At the beginning of August, the crypto market experienced intense fluctuations: Bitcoin weakened in the short term, altcoins generally corrected by 20%-30%, with daily liquidations exceeding 1.5 billion dollars. The main driving force behind this has been pointed to Trump. From the new tariff policy, the escalation of geopolitical friction, to the reversal of macro data and the Fed's inaction, the market is once again shrouded in FUD sentiment. Meanwhile, rumors of 'Trump secretly selling crypto assets' have also intensified market panic, triggering a new chain reaction. In this article, I present a judgment different from the mainstream by dissecting macro data and capital flows: the short-term pullback may be an opportunity for long-term positioning, and the real 'second wave bull market' may already be brewing.

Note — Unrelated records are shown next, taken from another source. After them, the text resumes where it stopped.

/** Letters, as a mail server gets them (smtp-server as the peer) and as the local outbox keeps them. */
import { afterEach, describe, expect, it } from 'vitest';
import type { MailItem } from '@shared/api/people';
import { startApp, testPassword, type TestApp } from '../support/app';
import { type MailPeer, type MailPeerOptions, openMailPeer } from '../support/mail-peer';

const closing: (() => Promise<void>)[] = [];
afterEach(async () => { for (const close of closing.splice(0).reverse()) await close(); });

async function start(env: Record<string, string> = {}): Promise<TestApp> {
  const app = await startApp({ env });
  closing.push(() => app.close());
  return app;
}

async function startWithPeer(options: MailPeerOptions = {}, more: Record<string, string> = {}): Promise<{ app: TestApp; peer: MailPeer }> {
  const peer = await openMailPeer(options);
  closing.push(() => peer.close());
  return { app: await start({ ...peer.env, ...more }), peer };
}

const linkIn = (text: string) => new URL(/https?:[^\s"<]+/.exec(text)![0].replaceAll('&#38;', '&'));
const outboxOf = async (app: TestApp) => {
  const administrator = await app.signedIn(await app.person('administrator', 'Ari Admin'));
  return (await administrator.get<{ smtp: boolean; mail: MailItem[] }>('/api/outbox')).body;
};

describe('with a mail server', () => {
  it('a forgotten password is reset with the link in the letter, once', async () => {
    const { app, peer } = await startWithPeer({ user: 'book', password: 'post office' }, { PUBLIC_URL: 'http://book.lab.example' });
    const person = await app.person('operator', 'Fay Forgetful');
    const visitor = app.nobody();
    expect((await visitor.post('/api/auth/request-password-reset', { email: person.email.toUpperCase() })).status).toBe(200);
    await expect.poll(() => peer.received.length, { timeout: 20_000 }).toBe(1);

    const [letter] = peer.received;
    expect(letter).toMatchObject({ from: 'book@lab.example', to: [person.email], user: 'book' });
    expect(letter!.headers.get('from')).toBe('Lab book <book@lab.example>');
    expect(letter!.headers.get('subject')).toBe('Choose a new Tautbook password');
    const [text, html] = letter!.texts;
    const link = linkIn(text!);
    // The address that people type, not the one that the server listens on.
    expect([link.origin, link.pathname]).toEqual(['http://book.lab.example', '/reset']);
    expect(linkIn(html!).href).toBe(link.href);

    const token = link.searchParams.get('token');
    expect((await visitor.post('/api/auth/reset-password', { token, newPassword: 'another password' })).status).toBe(200);
    expect((await visitor.post('/api/auth/reset-password', { token, newPassword: 'a third password' })).body).toMatchObject({ status: 400, code: 'INVALID_TOKEN' });
    expect((await visitor.signIn(person.email, 'another password')).status).toBe(200);
    // Who reads the outbox finds that it was sent, and no link that still works.
    await expect.poll(async () => (await app.book.services.post.latest(1))[0]?.state).toBe('sent');
    const outbox = await outboxOf(app);
    expect(outbox.smtp).toBe(true);
    expect(JSON.stringify(outbox)).not.toContain(token);
  });

  it('an unknown address gets no letter and the same answer, as fast: nobody waits for the mail server', async () => {
    let takeIt = (): void => undefined;
    const { app, peer } = await startWithPeer({ after: new Promise((resolve) => { takeIt = resolve; }) });
    const person = await app.person('operator', 'Fay Forgetful');
    const known = await app.nobody().post('/api/auth/request-password-reset', { email: person.email });
    const unknown = await app.nobody().post('/api/auth/request-password-reset', { email: 'stranger@lab.example' });
    expect([known.status, known.body]).toEqual([unknown.status, unknown.body]);
    // Answered while the mail server still holds the letter.
    expect(peer.received).toEqual([]);
    takeIt();
    await expect.poll(() => peer.received.map(({ to }) => to), { timeout: 20_000 }).toEqual([[person.email]]);
  });

  it('letters on their way are waited for when the server stops', async () => {
    let takeIt = (): void => undefined;
    const { app, peer } = await startWithPeer({ after: new Promise((resolve) => { takeIt = resolve; }) });
    const person = await app.person('operator', 'Fay Forgetful');
    await app.nobody().post('/api/auth/request-password-reset', { email: person.email });
    const stopping = app.book.close();
    takeIt();
    await stopping;
    expect(peer.received).toHaveLength(1);
    expect((await app.book.services.post.latest(1))[0]).toMatchObject({ state: 'sent', recipient: person.email });
  });

  it.each([
    ['refuses the mailbox', async () => startWithPeer({ refuse: true })],
    ['refuses the password', async () => startWithPeer({ user: 'book', password: 'post office' }, { SMTP_PASSWORD: 'wrong' })],
    ['does not answer', async () => ({ app: await start({ SMTP_HOST: '127.0.0.1', SMTP_PORT: '1' }) })],
  ])('one that %s breaks nothing: the person is invited, and the outbox keeps the letter and says that it failed', async (_what, open) => {
    const { app } = await open();
    const administrator = await app.signedIn(await app.person('administrator', 'Bo Admin'));
    expect((await administrator.post('/api/people', { name: 'Noor New', email: 'noor@lab.example', role: 'operator' })).body).toMatchObject({ state: 'invited' });
    const { body } = await administrator.get<{ mail: MailItem[] }>('/api/outbox');
    expect(body.mail[0]).toMatchObject({ to: 'noor@lab.example', state: 'failed' });
    // The administrator can hand the link over by other means.
    const token = linkIn(body.mail[0]!.text).searchParams.get('token');
    expect((await app.nobody().post('/api/auth/reset-password', { token, newPassword: testPassword })).status).toBe(200);
    expect(app.logged).toMatchObject([{ msg: 'a mail could not be sent' }]);
  });
});

describe('without a mail server', () => {
  it('letters stay in the outbox, newest first, with links that work', async () => {
    const app = await start();
    const person = await app.person('operator', 'Fay Forgetful');
    await app.nobody().post('/api/auth/request-password-reset', { email: person.email });
    await app.nobody().post('/api/auth/request-password-reset', { email: 'stranger@lab.example' });
    await expect.poll(async () => (await app.book.services.post.latest(9)).map(({ recipient, state }) => [recipient, state])).toEqual([[person.email, 'outbox']]);
    const { smtp, mail } = await outboxOf(app);
    expect(smtp).toBe(false);
    const link = linkIn(mail[0]!.text);
    expect(link.origin).toBe(app.url);
    expect((await app.nobody().post('/api/auth/reset-password', { token: link.searchParams.get('token'), newPassword: 'another password' })).status).toBe(200);
  });

  it('a person whose access is closed gets no letter, and a name with markup stays a name', async () => {
    const app = await start();
    const closed = await app.person('operator', 'Kim Closed');
    await app.book.services.people.change(closed.id, { closed: true });
    expect((await app.nobody().post('/api/auth/request-password-reset', { email: closed.email })).status).toBe(200);
    const administrator = await app.signedIn(await app.person('administrator', 'Bo Admin'));
    await administrator.post('/api/people', { name: '<b>Bea</b>', email: 'bea@lab.example', role: 'operator' });
    const letters = await app.book.services.post.latest(9);
    expect(letters.map(({ recipient }) => recipient)).toEqual(['bea@lab.example']);
    expect(letters[0]!.html).not.toContain('<b>Bea');
    expect(letters[0]!.text).toContain('<b>Bea</b>');
  });

  it('a link is too old after its hour', async () => {
    const app = await start();
    const person = await app.person('operator', 'Fay Forgetful');
    await app.nobody().post('/api/auth/request-password-reset', { email: person.email });
    await expect.poll(async () => (await app.book.services.post.latest(1)).length).toBe(1);
    const token = linkIn((await app.book.services.post.latest(1))[0]!.text).searchParams.get('token');
    const { rows } = await app.open.db.execute('select extract(epoch from expires_at - now()) as left from verifications') as unknown as { rows: { left: string }[] };
    expect(Number(rows[0]!.left)).toBeGreaterThan(3500);
    expect(Number(rows[0]!.left)).toBeLessThanOrEqual(3600);
    await app.open.db.execute("update verifications set expires_at = now() - interval '1 second'");
    expect((await app.nobody().post('/api/auth/reset-password', { token, newPassword: 'another password' })).body).toMatchObject({ code: 'INVALID_TOKEN' });
    expect((await app.nobody().signIn(person.email, testPassword)).status).toBe(200);
  });
});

Note that the views in this article have a clear stance and are not investment advice. Rationally reference the analysis content and make prudent decisions based on your own situation.

Market optimism has dissipated, and adjustments are quietly coming; Bitcoin has fallen back 9% from its historical high, and altcoins generally corrected by 20%-30%.

At the beginning of August, the market suddenly faced severe selling pressure, with daily liquidation exceeding 1.5 billion dollars. The core question is: is the incentive for this round of decline severe? How should we respond?

The core trigger point of this pullback lies in the latest developments of President Trump:

  • New tariff policy proposals;

  • Geopolitical uncertainty is escalating;

  • Macroeconomic data is fraught with contradictions.

First, focus on that exhausting 'new tariff proposal.' Over 66 countries have been listed as potential targets for tariff increases - the routine remains. Each time it feels like 'the old script is being replayed,' even giving a sense of 'manipulating the market.'

However, the US government clearly will not risk an economic recession just for these tariffs.

The market pullback triggered by such operations is not new to us. Retail investors often regard such news as major bad news and overreact.

Think back, how many times have similar tariff threats been announced? And how many times has the market reached a new high afterward?

Therefore, there is no need to worry too much about this; it has become a common topic.

In addition to tariffs, the recent surge in geopolitical risks has also heightened unease. The trigger was: the US announced the deployment of two nuclear submarines near Russia. Is this concerning? Indeed it is.

But upon calm reflection: does anyone really believe that there will be a nuclear war in 2025? This is more likely a 'pressure tactic' aimed at pushing the negotiation process.

However, what truly troubles American economic decision-makers (such as the Fed) is the chaotic macro data from the labor market.

The market's previous bet on the 'Federal Reserve policy shift' (interest rate cuts) has fallen through.

More critically, the non-farm payroll data (NFP) for May-June has been significantly revised down by nearly 10 times, severely shaking the market's confidence in the reliability of overall macro data.

Ultimately, multiple factors form a powerful 'combined punch':

  • Interest rates remain high;

  • Signs of economic cooling are increasingly apparent.

These factors combined have led to a significant shrinkage in institutional investor demand this week. Bitcoin spot ETFs have also recorded their first net outflow.

So, what is my judgment on the future market?

My current view is based on the recognition of the continuous accumulation of macro pressure. Currently, no major economy is able to create enough credit growth to support continuous GDP expansion.

The key support levels I have set are: Bitcoin at 110,000 dollars, Ethereum at 3,200 dollars.

I expect that by September, the Federal Reserve will have no choice but to start cutting interest rates to re-stimulate the market.

  • Inflation data has significantly retreated;

  • The job market is under pressure;

  • Powell seems intent on delaying the decision to cut interest rates.

As the time approaches, the market is expected to open up an upward trend again.

Historical patterns show that after every similar FUD (fear, uncertainty, doubt), the market tends to experience a strong rebound.

Referring to the correlation chart between M2 money supply and Bitcoin prices, the conclusion is clear: the market trend follows liquidity, and the overall global liquidity environment still tends to be loose.

Therefore, the current volatility is essentially still a global market game layered with FUD.

In this adjustment, I am focused on continuously accumulating three types of assets: BTC, SOL, and ETH.

I am particularly optimistic about the technical potential and fundamentals of ETH, and I have noticed the increasing interest from institutions. On August 3, a wallet related to Shraplink added 36 million dollars' worth of ETH, which serves as evidence.

In summary, the strategy is clear: view the current volatility as an opportunity to accumulate positions.

The market landscape is evolving, and such a low buying window is unlikely to last long. This is the moment to gradually build positions and accumulate chips, waiting for the opportunities in the market from October to December.